People have tried to solve this by making RDBMS systems in-memory, but this just pushes the problem down the road by requiring really expensive computing needs, and when you run out of memory leading to massive crashes, data inconsistency, downtime etc… Our team previously managed a multi-terabyte in-memory database for streaming analytics. When we had enough memory for all our data it was AWESOME; however, the moment we began to run close to our memory limits it was a nightmare. It was like fighting off a zombie horde. We were always racing to prevent a crash, because the moment we crashed, it was nearly impossible to catch back up to the stream. Restarting the DB and loading everything into memory took forever, and we were processing hundreds of thousands of rows of data a second. So minutes were a long time. Additionally, making an RDBMS an in-memory RDBMS doesn’t make it any more flexible or change how the storage engine works.
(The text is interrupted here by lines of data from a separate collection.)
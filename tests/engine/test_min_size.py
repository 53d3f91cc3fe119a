"""A job's minimum conductor size: a floor on the pick that enlarges the EGC in proportion."""

import json

import pytest

from gaugewalk.model.engine.circuits import circuit_from_volts
from gaugewalk.model.engine.contract import RunSpec
from gaugewalk.model.engine.sizing import SizingError, evaluate
from gaugewalk.tui.cli.main import main
from tests.support.walks import run_table, source_table, walk_text

CIRCUIT_120 = circuit_from_volts(120, 1)


def test_without_a_floor_a_9_amp_branch_circuit_takes_14_awg():
    # NEC 2023 Table 310.16: 14 AWG Cu, 60 C column, 15 A; 240.4(D)(3) limits it to a 15 A device.
    r = evaluate(RunSpec(circuit=CIRCUIT_120, amps=9, length_ft=40))
    assert (r.size, r.ocpd_a, r.egc_size, r.governed_by) == ("14 AWG", 15, "14 AWG", "ampacity")


def test_a_12_awg_floor_governs_and_the_egc_grows_in_proportion():
    # Job specification of 12 AWG minimum (common practice on commercial work).
    # NEC 2023 Table 250.122: a 15 A device needs a 14 AWG Cu EGC. NEC 250.122(B): phase
    # conductors upsized 14 -> 12 AWG for a reason other than 310.15(B)/(C) corrections, so the
    # EGC grows by 6530/4110 = 1.589 (Ch. 9 Table 8 areas): 4110 x 1.589 = 6530 cmil -> 12 AWG.
    r = evaluate(RunSpec(circuit=CIRCUIT_120, amps=9, length_ft=40, min_size="12"))
    assert (r.size, r.ocpd_a, r.egc_size, r.governed_by) == ("12 AWG", 15, "12 AWG", "minimum size")
    assert any("250.122(B)" in n for n in r.notes)


def test_a_floor_below_what_the_load_needs_changes_nothing():
    # 40 A at the 60 C terminal column needs 8 AWG Cu (NEC 2023 Table 310.16, 110.14(C)(1)).
    r = evaluate(RunSpec(circuit=CIRCUIT_120, amps=40, length_ft=20, min_size="12 AWG"))
    assert (r.size, r.governed_by) == ("8 AWG", "ampacity")


def test_a_fixed_size_below_the_floor_is_a_problem():
    r = evaluate(RunSpec(circuit=CIRCUIT_120, amps=9, length_ft=40, min_size="12", size="14"))
    assert r.problems == ("14 AWG Cu is below the job's minimum size, 12 AWG",)


def test_an_unknown_floor_is_refused_naming_the_field():
    with pytest.raises(SizingError, match="min_size"):
        evaluate(RunSpec(circuit=CIRCUIT_120, amps=9, length_ft=40, min_size="13"))


def test_calc_takes_min_size(capsys):
    assert main(["calc", "--amps", "9", "--length", "40", "--volts", "120", "--min-size", "12",
                 "--json"]) == 0
    out = json.loads(capsys.readouterr().out)
    assert (out["size"], out["egc_size"]) == ("12 AWG", "12 AWG")


def test_a_walk_default_min_size_reaches_every_run(tmp_path):
    walk = tmp_path / "floor.toml"
    walk.write_text(walk_text(
        "Floor check (test walk)", defaults={"min_size": "12"},
        sources=[source_table("P1", "service", "120/240V 1ph 3w")],
        runs=[run_table("R1", "P1", "Lights", "40", load=(9, "A"), connection="LN")],
    ))
    from gaugewalk.model.walk.compute import compute_job
    from gaugewalk.model.walkfile.read import load_walk

    result = compute_job(load_walk(walk)).runs["R1"]
    assert (result.size, result.egc_size) == ("12 AWG", "12 AWG")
In my mind then, to be a “NewSQL” database, the storage engine needs to be optimized to minimize the overhead of read AND write as much as possible. It needs to do this in a flexible manner that allows for dynamic data, without driving up costs.
Without going into too much of a sales pitch, that is exactly how we designed HarperDB. We optimized it for read, by making every attribute fully indexed dynamically upon write. We did this without duplicating data. This allowed us to achieve high read performance without the pitfalls of multimodal or document stores. We optimized it for write by ensuring each data element was atomic. This allows for us to ensure high scale writes without bottlenecks because updating one attribute is a totally different transaction than another. If you want to learn more you can read this somewhat dated blog about our storage engine. It is dated, because instead of the file system we now use LMDB. Pingcap has a similar, more complex, model.
Our solution and Pincap’s are not the ONLY way to solve the “NewSQL” challenge, but in my mind in order to be “NewSQL” the approach needs to be new to accommodate these needs. That said, this is just my view of the NewSQL database landscape and I would love to hear your thoughts! Am I wrong? What am I missing?